Neutrophilia can also result from significant inflammation or trauma. Conditions like severe burns, crush injuries, or surgical procedures initiate an inflammatory cascade, signaling the need for a large influx of PMNs for cleanup and defense. Autoimmune flare-ups, such as those seen in rheumatoid arthritis or vasculitis, similarly provoke an inflammatory state that elevates the PMN count.
Certain medications directly influence PMN levels by stimulating bone marrow production or causing cells to “demarginate” from blood vessel walls into circulation. Corticosteroids, like prednisone, are a common example, shifting PMNs from the marginal pool back into the central bloodstream. Physical or emotional stress, including vigorous exercise or an anxiety attack, can also cause a temporary, or transient, increase in PMN count due to the release of hormones like epinephrine.
Finally, certain malignancies can cause a sustained elevation in PMNs. This can happen when a tumor outgrows its blood supply, leading to necrosis and inflammation, or when the cancer cells themselves produce growth factors that stimulate PMN production in the bone marrow. Chronic Myeloid Leukemia (CML) and other myeloproliferative disorders are examples of conditions where the bone marrow’s regulation of PMN production is impaired, leading to excessive numbers.

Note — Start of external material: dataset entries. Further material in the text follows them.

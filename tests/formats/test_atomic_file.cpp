// formats/atomic_file.h: a replaced file is either the old one or the new one.
// Source: POSIX.1-2017, rename() ("If the link named by the new argument exists, it
// shall be removed and old renamed to new ... a link named new shall remain visible
// to other threads throughout the renaming operation"); common practice for the
// temporary name beside the target (same file system) and the fsync of the folder.
#include <gtest/gtest.h>

#include <filesystem>
#include <fstream>
#include <sstream>
#include <stdexcept>
#include <unistd.h>

#include "formats/atomic_file.h"

namespace fs = std::filesystem;
using namespace cairn::formats;

namespace {

struct Scratch {
  fs::path dir = fs::temp_directory_path() / ("cairn-atomic-" + std::to_string(::getpid()));
  Scratch() { fs::create_directories(dir); }
  ~Scratch() { fs::remove_all(dir); }
  size_t entries() const {
    return static_cast<size_t>(std::distance(fs::directory_iterator(dir), fs::directory_iterator()));
  }
};

std::string slurp(const fs::path& p) {
  std::ifstream in(p, std::ios::binary);
  std::ostringstream s;
  s << in.rdbuf();
  return s.str();
}

}  // namespace

TEST(AtomicFile, WritesAndReplacesLeavingNoTemporaryFile) {
  Scratch s;
  const std::string target = (s.dir / "out.txt").string();
  write_file_atomically(target, "first");
  EXPECT_EQ(slurp(target), "first");
  write_file_atomically(target, std::string("second\0with nul", 15));
  EXPECT_EQ(slurp(target), std::string("second\0with nul", 15));
  EXPECT_EQ(s.entries(), 1u);
}

TEST(AtomicFile, AFailingWriterLeavesTheOldFileAndNoTemporaryFile) {
  Scratch s;
  const std::string target = (s.dir / "keep.gpkg").string();
  write_file_atomically(target, "old");
  EXPECT_THROW(replace_file_atomically(target,
                                       [](const std::string& tmp) {
                                         std::ofstream(tmp) << "half";
                                         std::ofstream(tmp + "-journal") << "j";
                                         throw std::runtime_error("disk full");
                                       }),
               std::runtime_error);
  EXPECT_EQ(slurp(target), "old");
  EXPECT_EQ(s.entries(), 1u);
}

TEST(AtomicFile, AMissingFolderIsNamed) {
  Scratch s;
  const std::string target = (s.dir / "no" / "such" / "r.html").string();
  try {
    write_file_atomically(target, "x");
    FAIL() << "no error";
  } catch (const std::runtime_error& e) {
    EXPECT_NE(std::string(e.what()).find("no folder"), std::string::npos) << e.what();
    EXPECT_NE(std::string(e.what()).find(target), std::string::npos) << e.what();
  }
}

TEST(AtomicFile, TheTemporaryNameIsBesideTheTarget) {
  const std::string t = temporary_path_beside("/some/folder/camp.gpkg");
  EXPECT_EQ(fs::path(t).parent_path(), fs::path("/some/folder"));
  EXPECT_EQ(fs::path(t).filename().string().rfind("camp.gpkg.tmp-" + std::to_string(getpid()) + "-", 0), 0u) << t;
  EXPECT_NE(t, temporary_path_beside("/some/folder/camp.gpkg"));  // random part
}
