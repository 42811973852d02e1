// Text formats storage relies on: SHA-256 digests and ISO 8601 times.
// Sources: the FIPS 180-2 standard, Appendix B (SHA-256 examples "abc", the 448-bit message
// and one million 'a'), the empty-message digest as listed by NIST's example
// values; ISO 8601-1:2019 (calendar dates, extended format, UTC designator and
// offsets), the Gregorian leap-year rule, and RFC 3339 section 5.6 (space for T).
#include <gtest/gtest.h>

#include "formats/iso8601.h"
#include "formats/sha256.h"

using namespace cairn::formats;

TEST(Sha256, Fips180Examples) {
  EXPECT_EQ(sha256_hex("abc"), "ba7816bf8f01cfea414140de5dae2223b00361a396177a9cb410ff61f20015ad");
  EXPECT_EQ(sha256_hex(""), "e3b0c44298fc1c149afbf4c8996fb92427ae41e4649b934ca495991b7852b855");
  EXPECT_EQ(sha256_hex("abcdbcdecdefdefgefghfghighijhijkijkljklmklmnlmnomnopnopq"),
            "248d6a61d20638b8e5c026930c3e6039a33ce45964ff2167f6ecedd419db06c1");
  EXPECT_EQ(sha256_hex(std::string(1000000, 'a')), "cdc76e5c9914fb9281a1c7e284d73e67f1809a48a497200e046d39ccc7112cd0");
}

TEST(Iso8601, AcceptsAndNormalises) {
  struct Case {
    const char* in;
    const char* out;
  };
  for (const Case& c :
       {Case{"2025-06-14", "2025-06-14"}, Case{"2025-06-14T09:30", "2025-06-14T09:30:00"},
        Case{"2025-06-14T09:30:05Z", "2025-06-14T09:30:05Z"},
        Case{"2025-06-14T09:30:05.250+0200", "2025-06-14T09:30:05.250+02:00"},
        Case{"2025-06-14T09:30:05-03", "2025-06-14T09:30:05-03:00"},
        Case{"2025-06-14T09:30:05+00:00", "2025-06-14T09:30:05Z"}, Case{"2025-06-14 09:30:05z", "2025-06-14T09:30:05Z"},
        Case{"2024-02-29", "2024-02-29"},                    // divisible by 4: leap year
        Case{"2000-02-29T00:00", "2000-02-29T00:00:00"}}) {  // divisible by 400: leap
    auto t = parse_iso8601(c.in);
    ASSERT_TRUE(t) << c.in << ": " << t.error();
    EXPECT_EQ(t->text, c.out) << c.in;
  }
  auto t = parse_iso8601("2025-07-02T23:59:59+14:00");
  ASSERT_TRUE(t);
  EXPECT_EQ(t->day, date::year{2025} / 7 / 2);  // the date as written, not converted to UTC
  EXPECT_EQ(t->utc_offset, std::chrono::minutes{14 * 60});
  EXPECT_EQ(t->time_of_day, std::chrono::hours{23} + std::chrono::minutes{59} + std::chrono::seconds{59});
}

TEST(Iso8601, Rejects) {
  for (const char* bad : {"2025-02-29",  // not a leap year
                          "1900-02-29",  // divisible by 100, not 400: not a leap year
                          "2025-04-31", "2025-00-10", "2025-6-14", "14.06.2025", "2025-06-14T24:00", "2025-06-14T12:60",
                          "2025-06-14T12:00:60", "2025-06-14T12", "2025-06-14T12:00+15:00", "2025-06-14T12:00:00.",
                          "2025-06-14T12:00 UTC", "", "today"}) {
    EXPECT_FALSE(parse_iso8601(bad)) << bad;
  }
}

Conditions Leading to Low PMN Counts
A reduction in PMN count, or neutropenia, is a potentially serious condition that increases the risk of infection. Neutropenia is defined as an Absolute Neutrophil Count (ANC) below 1,500 cells per microliter of blood. This decrease results from three main mechanisms: reduced production in the bone marrow, increased destruction of circulating cells, or abnormal sequestration.

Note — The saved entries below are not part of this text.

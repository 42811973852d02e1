// Text entering the program: UTF-8 validation (RFC 3629 section 4, and the
// cases of Markus Kuhn's "UTF-8 decoder capability and stress test":
// overlong forms, surrogates, code points above U+10FFFF), control
// characters (ECMA-48), terminal escaping, and the XML reader's limits and
// encodings (XML 1.0 Fifth Edition section 4.3.3 "Character Encoding in
// Entities"; ISO-8859-1 maps byte 0xE9 to U+00E9).
#include <gtest/gtest.h>

#include <string>

#include "formats/gpx.h"
#include "formats/limits.h"
#include "formats/utf8.h"
#include "formats/xml.h"

using namespace cairn::formats;

TEST(Utf8, AcceptsUtf8AndRefusesWhatRfc3629Forbids) {
  EXPECT_FALSE(find_invalid_utf8("plain"));
  EXPECT_FALSE(find_invalid_utf8("caf\xC3\xA9 \xE2\x82\xAC \xF0\x9F\x98\x80"));  // é € U+1F600
  EXPECT_FALSE(find_invalid_utf8("\xF4\x8F\xBF\xBF"));                           // U+10FFFF, the last one
  for (const char* bad : {"\xC0\xAF",                                            // overlong '/'
                          "\xE0\x80\xAF",                                        // overlong '/'
                          "\xED\xA0\x80",                                        // U+D800, a surrogate
                          "\xF4\x90\x80\x80",                                    // above U+10FFFF
                          "\xFE", "\x80", "\xC3"}) {  // never in UTF-8; a lone continuation; cut short
    auto f = find_invalid_utf8(std::string("ab\n") + bad);
    ASSERT_TRUE(f) << bad;
    EXPECT_EQ(f->rule, "utf8");
    EXPECT_EQ(f->line, 2);
    EXPECT_EQ(f->column, 1);
  }
}

TEST(Utf8, ControlCharactersAndTerminalEscaping) {
  EXPECT_FALSE(find_text_fault("a\tb", false));
  EXPECT_TRUE(find_text_fault("a\nb", false));
  EXPECT_FALSE(find_text_fault("a\r\nb", true));
  for (const char* c : {"\x1B", "\x07", "\x7F", "\xC2\x9B"}) {  // ESC, BEL, DEL, CSI (C1)
    auto f = find_text_fault(std::string("x") + c, true);
    ASSERT_TRUE(f);
    EXPECT_EQ(f->rule, "control");
    EXPECT_EQ(f->column, 2);
  }
  EXPECT_EQ(terminal_safe("S1\x1B[2J\xC2\x9B"
                          "1m caf\xC3\xA9 \xE9"),
            "S1\\x1B[2J\\u009B1m caf\xC3\xA9 \\xE9");
  auto b = check_text("spur\x1B", "notes");
  ASSERT_TRUE(b);
  EXPECT_EQ(b->rule, "control");
  EXPECT_EQ(b->message, "notes: control character U+001B is not allowed in text at character 5");
}

TEST(Xml, DeepNestingIsRefusedNotACrash) {
  // Today's bug: a stack overflow in the recursive reader.
  std::string deep;
  for (int i = 0; i < 200000; ++i) deep += "<a>";
  auto r = parse_xml(deep, "deep.gpx");
  ASSERT_FALSE(r);
  EXPECT_NE(r.error().find("xml: elements are nested deeper than " + std::to_string(kMaxXmlDepth) + " levels"),
            std::string::npos)
      << r.error();
}

TEST(Xml, ManyAttributesAreRefused) {
  std::string tag = "<a";
  for (int i = 0; i < 5000; ++i) tag += " x" + std::to_string(i) + "='1'";
  auto r = parse_xml(tag + "/>", "many.gpx");
  ASSERT_FALSE(r);
  EXPECT_NE(r.error().find("has more than " + std::to_string(kMaxXmlAttributes) + " attributes"), std::string::npos);
}

TEST(Xml, DoctypesAndEntityDeclarationsAreRefused) {
  // The "billion laughs" entity expansion needs a DTD: none is accepted.
  auto r = parse_xml("<?xml version='1.0'?>\n<!DOCTYPE a [<!ENTITY l 'lol'>]><a>&l;</a>", "e.gpx");
  ASSERT_FALSE(r);
  EXPECT_EQ(r.error().rfind("e.gpx:2:", 0), 0u) << r.error();
  EXPECT_NE(r.error().find(": xml: a DOCTYPE is not accepted"), std::string::npos) << r.error();
}

TEST(Xml, TheDeclaredEncodingIsHonouredOrRefused) {
  auto latin = parse_xml("<?xml version='1.0' encoding='ISO-8859-1'?><a>caf\xE9</a>", "l.gpx");
  ASSERT_TRUE(latin) << latin.error();
  EXPECT_EQ(latin->text, "caf\xC3\xA9");                   // read as U+00E9, held as UTF-8
  auto utf8_wrong = parse_xml("<a>caf\xE9</a>", "u.gpx");  // no declaration: UTF-8, and 0xE9 alone is not
  EXPECT_FALSE(utf8_wrong);
  auto unknown = parse_xml("<?xml version='1.0' encoding='x-unknown-7'?><a/>", "x.gpx");
  ASSERT_FALSE(unknown);
  EXPECT_NE(unknown.error().find("x.gpx:1:"), std::string::npos);
  // UTF-16LE with a byte-order mark (XML 1.0, 4.3.3).
  const std::string u16("\xFF\xFE<\0a\0>\0x\0<\0/\0a\0>\0", 18);
  auto w = parse_xml(u16, "w.gpx");
  ASSERT_TRUE(w) << w.error();
  EXPECT_EQ(w->text, "x");
}

TEST(Gpx, ControlCharactersInWaypointTextAreRefused) {
  // GPX 1.1 schema: name is xsd:string; XML 1.0 allows DEL and C1 characters,
  // which still drive terminals (ECMA-48), so they are refused.
  GpxFile g = parse_gpx(
      "<gpx xmlns='http://www.topografix.com/GPX/1/1' version='1.1' creator='x'>\n"
      "<wpt lat='1' lon='2'><name>S\xC2\x9B"
      "1</name></wpt></gpx>",
      "c.gpx");
  ASSERT_EQ(g.errors.size(), 1u);
  EXPECT_NE(g.errors[0].find("c.gpx:2:22: control: name: control character U+009B"), std::string::npos) << g.errors[0];
  EXPECT_TRUE(g.waypoints.empty());
}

Bone marrow suppression is a frequent cause of neutropenia, often resulting from treatments like chemotherapy or radiation therapy, which inhibit new blood cell production. Certain non-cancer medications, including some antibiotics and antithyroid drugs, can also suppress bone marrow activity or trigger an immune response that destroys PMNs. Nutritional deficiencies, such as a lack of vitamin B12 or folate, also impair the bone marrow’s ability to produce healthy neutrophils.

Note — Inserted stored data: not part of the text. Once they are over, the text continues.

void write_plan(std::ostream& o, const ReportData& d, const Index& ix) {
  o << "<section id=\"plan\"><h2>Plan</h2>\n";
  const auto& in = d.check.input;
  bool any_contact_points = false;
  for (const auto& c : in.contacts) any_contact_points = any_contact_points || !c.points.empty();
  if (in.stations.empty() && !any_contact_points) {
    o << "<p>Nothing to draw: no stations and no contact points.</p></section>\n";
    return;
  }
  const double gamma = in.grid.convergence;
  plot::PlanData pd;
  std::unordered_map<std::string, const geo::CheckStation*> cst;
  for (const auto& s : in.stations) {
    cst[s.uuid] = &s;
    plot::PlanStation ps;
    ps.code = s.code;
    ps.e = s.e, ps.n = s.n;
    ps.colour = s.unit.empty() ? Rgba{255, 255, 255, 255} : ix.colour_of_unit(s.unit);
    pd.stations.push_back(ps);
  }
  std::map<std::string, Rgba> contact_ink;
  for (size_t i = 0; i < in.contacts.size(); ++i) {
    contact_ink[in.contacts[i].uuid] = kContactInks[i % kContactInkCount];
    for (const auto& p : in.contacts[i].points) pd.points.push_back({p.e, p.n, kContactInks[i % kContactInkCount]});
  }
  // One symbol per station and kind: bedding, contact readings, foliation, cleavage.
  std::set<std::pair<std::string, std::string>> shown;
  size_t symbols = 0;
  for (const auto& r : in.planes) {
    if (r.kind != "bedding" && r.kind != "contact" && r.kind != "foliation" && r.kind != "cleavage") continue;
    auto st = cst.find(r.station);
    if (st == cst.end() || !shown.insert({r.station, r.kind}).second) continue;
    plot::PlanAttitude a;
    a.e = st->second->e, a.n = st->second->n;
    a.strike = plot::grid_azimuth(r.plane.strike, gamma);
    a.dip = r.plane.dip;
    a.symbol = plot::attitude_symbol(r.kind, r.facing == geo::CheckFacing::Overturned);
    pd.attitudes.push_back(a);
    ++symbols;
  }

  const double W = 720;
  const geo::MapRect b = plot::plan_bounds(pd);
  const double aspect = std::clamp((b.n_max - b.n_min) / std::max(1e-6, b.e_max - b.e_min), 0.55, 1.25);
  const double H = std::round(W * aspect);
  const plot::Rect r{0, 0, W, H};
  plot::PlanOptions po;
  po.symbol_length = 22;
  po.text_size = 10;
  po.mark_size = 9;
  po.line_width = 1.3;
  // A season's stations on one printed page: their codes and dip values would
  // be a solid smear (and most of a 260 MB page), so past kReportLabelledStations
  // they are left out and the attitudes drawn as bare strike lines.
  const bool crowded = in.stations.size() > kReportLabelledStations;
  if (crowded) {
    po.station_labels = false;
    po.dip_values = false;
    po.strike_only = true;
  }
  const plot::PlanView view = plot::fit_view(b, r, 48);
  const geo::MapRect shown_map = plot::visible_map(view, r);

  // Structure contours of each usable fit near its own points, every `interval` metres.
  std::vector<std::string> contour_notes;
  for (size_t i = 0; i < d.result.fits.size(); ++i) {
    const auto& f = d.result.fits[i];
    if (!f.usable || !f.fit) continue;
    const geo::CheckContact* cc = nullptr;
    for (const auto& c : in.contacts)
      if (c.uuid == f.contact_id) cc = &c;
    if (!cc || cc->points.empty()) continue;
    const double dip = f.fit->plane.dip;
    if (dip < 0.5 || dip > 89.5) continue;
    const double view_w = shown_map.e_max - shown_map.e_min;
    const double interval = std::max(1.0, plot::nice_length(std::tan(dip * 3.14159265358979 / 180) * view_w / 8));
    geo::MapRect near{cc->points[0].e, cc->points[0].n, cc->points[0].e, cc->points[0].n};
    for (const auto& p : cc->points) {
      near.e_min = std::min(near.e_min, p.e), near.e_max = std::max(near.e_max, p.e);
      near.n_min = std::min(near.n_min, p.n), near.n_max = std::max(near.n_max, p.n);
    }
    const double grow = 0.2 * view_w;
    near = {std::max(shown_map.e_min, near.e_min - grow), std::max(shown_map.n_min, near.n_min - grow),
            std::min(shown_map.e_max, near.e_max + grow), std::min(shown_map.n_max, near.n_max + grow)};
    auto lines = geo::structure_contours(*f.fit, near, interval, 40);
    if (!lines) continue;
    const Rgba ink = contact_ink.count(f.contact_id) ? contact_ink[f.contact_id] : kContactInks[0];
    for (const auto& s : *lines) pd.strike_lines.push_back({s.e0, s.n0, s.e1, s.n1, s.elevation, ink});
    contour_notes.push_back(esc(f.contact) + " every " + geo::format_decimal("%g", interval) + " m");
  }

  // The ground: hillshade, terrain contours, predicted traces and their 95% bands.
  std::vector<std::string> ground_notes;
  if (d.terrain) {
    std::vector<plot::TracedContact> traced;
    for (const auto& f : d.result.fits)
      if (f.fit)
        traced.push_back(
            {f.contact, &*f.fit, contact_ink.count(f.contact_id) ? contact_ink[f.contact_id] : kContactInks[0]});
    ground_notes = plot::add_terrain(pd, *d.terrain, traced, d.terrain_sigma.value_or(0));
  }

  pd.tracks = d.tracks;

  plot::SvgCanvas svg(W, H, 1);
  svg.set_fixed_size(false);
  svg.set_class("plan");
  svg.set_title("Plan of stations, contact points, strike-dip symbols and structure contours");
  // A season's plan is tens of megabytes of SVG: written as it is drawn, not held whole.
  o << "<figure class=\"plan\">";
  svg.stream_to(o);
  plot::draw_plan(svg, r, pd, view, po);
  svg.polyline({{0.5, 0.5}, {W - 0.5, 0.5}, {W - 0.5, H - 0.5}, {0.5, H - 0.5}}, plot::kInk, 1, true);
  svg.finish();
  o << "\n<figcaption>";
  o << "Grid north up";
  if (d.check.zone.zone > 0) o << " (UTM zone " << d.check.zone.zone << (d.check.zone.northp ? "N" : "S") << ")";
  if (std::fabs(gamma) >= 0.05)
    o << "; true north lies " << geo::format_decimal("%.1f", std::fabs(gamma)) << "° " << (gamma > 0 ? "west" : "east")
      << " of grid north, and the symbols are turned onto the grid";
  o << ". Stations: circles in their unit's colour (white: no unit), labelled by code. Contact points: diamonds. "
    << plural(symbols, "strike-dip symbol", "strike-dip symbols")
    << " after FGDC-STD-013-2006 (tick and value on the dip side; a hooked tick for overturned bedding; "
       "a filled triangle for foliation, an open one for cleavage).";
  if (crowded)
    o << " With " << in.stations.size() << " stations (more than " << kReportLabelledStations
      << " on one page) the station codes and dip values are left out and the attitudes are bare strike lines; "
         "the Plan screen and <code>cairn export</code> give each one.";
  if (!contour_notes.empty()) {
    o << " Structure contours (strike lines of the fitted contacts, labelled with their elevation): ";
    for (size_t i = 0; i < contour_notes.size(); ++i) o << (i ? "; " : "") << contour_notes[i];
    o << ".";
  }
  if (!ground_notes.empty()) {
    o << " The ground from the project's terrain: ";
    for (size_t i = 0; i < ground_notes.size(); ++i) o << (i ? "; " : "") << esc(ground_notes[i]);
    o << ". Predicted outcrop traces (where each fitted plane meets the ground) are thick lines in the contact's "
         "colour, with their 95% trace bands tinted.";
  }
  if (!d.tracks.empty()) {
    o << " Day track of " << esc(d.track_day) << " (UTC): dashed, one line per person, an open square and the "
      << "person's initials at the last fix (every day's tracks: <code>cairn export FILE OUT.gpx</code>).";
  }
  o << "</figcaption></figure>\n<p class=\"key\">";
  for (size_t i = 0; i < d.units.size(); ++i)
    o << "<span>" << marker_icon(plot::Shape::Circle, ix.colour_of_unit(d.units[i].meta.uuid), true) << " "
      << esc(d.units[i].code) << (d.units[i].name.empty() ? "" : " " + esc(d.units[i].name)) << "</span> ";
  for (const auto& c : in.contacts)
    if (!c.points.empty())
      o << "<span>" << marker_icon(plot::Shape::Diamond, contact_ink[c.uuid], true) << stroke_icon(contact_ink[c.uuid])
        << " contact " << esc(c.name) << "</span> ";
  o << "</p>\n</section>\n";
}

Infections can cause neutropenia, particularly viral infections like influenza, mononucleosis, or hepatitis. These viruses can temporarily suppress the bone marrow or lead to the immune-mediated destruction of circulating PMNs. Conversely, a severe bacterial infection (sepsis) can initially cause neutrophilia, but if the demand exceeds the bone marrow’s supply, it leads to rapid depletion and subsequent neutropenia.
Autoimmune disorders, like Lupus or Rheumatoid Arthritis, can cause the body to mistakenly produce antibodies that target and destroy circulating PMNs. This increased destruction rate leads to lower counts, even if the bone marrow is producing cells normally. Depending on the severity of the neutropenia—moderate (below 1,000 cells/µL) or severe (below 500 cells/µL)—a person’s vulnerability to bacterial and fungal infections rises significantly.
Interpreting PMN Results
PMN counts are typically reported as part of a complete blood count (CBC) with a differential, which breaks down the percentages of all white blood cell types. The most clinically relevant measurement derived from this data is the Absolute Neutrophil Count (ANC), which calculates the total number of neutrophils available to fight infection. The ANC is calculated by multiplying the total white blood cell count by the percentage of PMNs and any immature neutrophils, known as “bands.”
A high percentage of bands, referred to as a “left shift,” suggests the bone marrow is rapidly releasing immature cells in response to an overwhelming or acute infection. While a high or low count indicates an underlying process, the result must always be considered within the context of a person’s symptoms and overall clinical picture. A single lab value cannot provide a diagnosis; only a qualified medical professional can accurately interpret the ANC alongside other blood markers and patient history.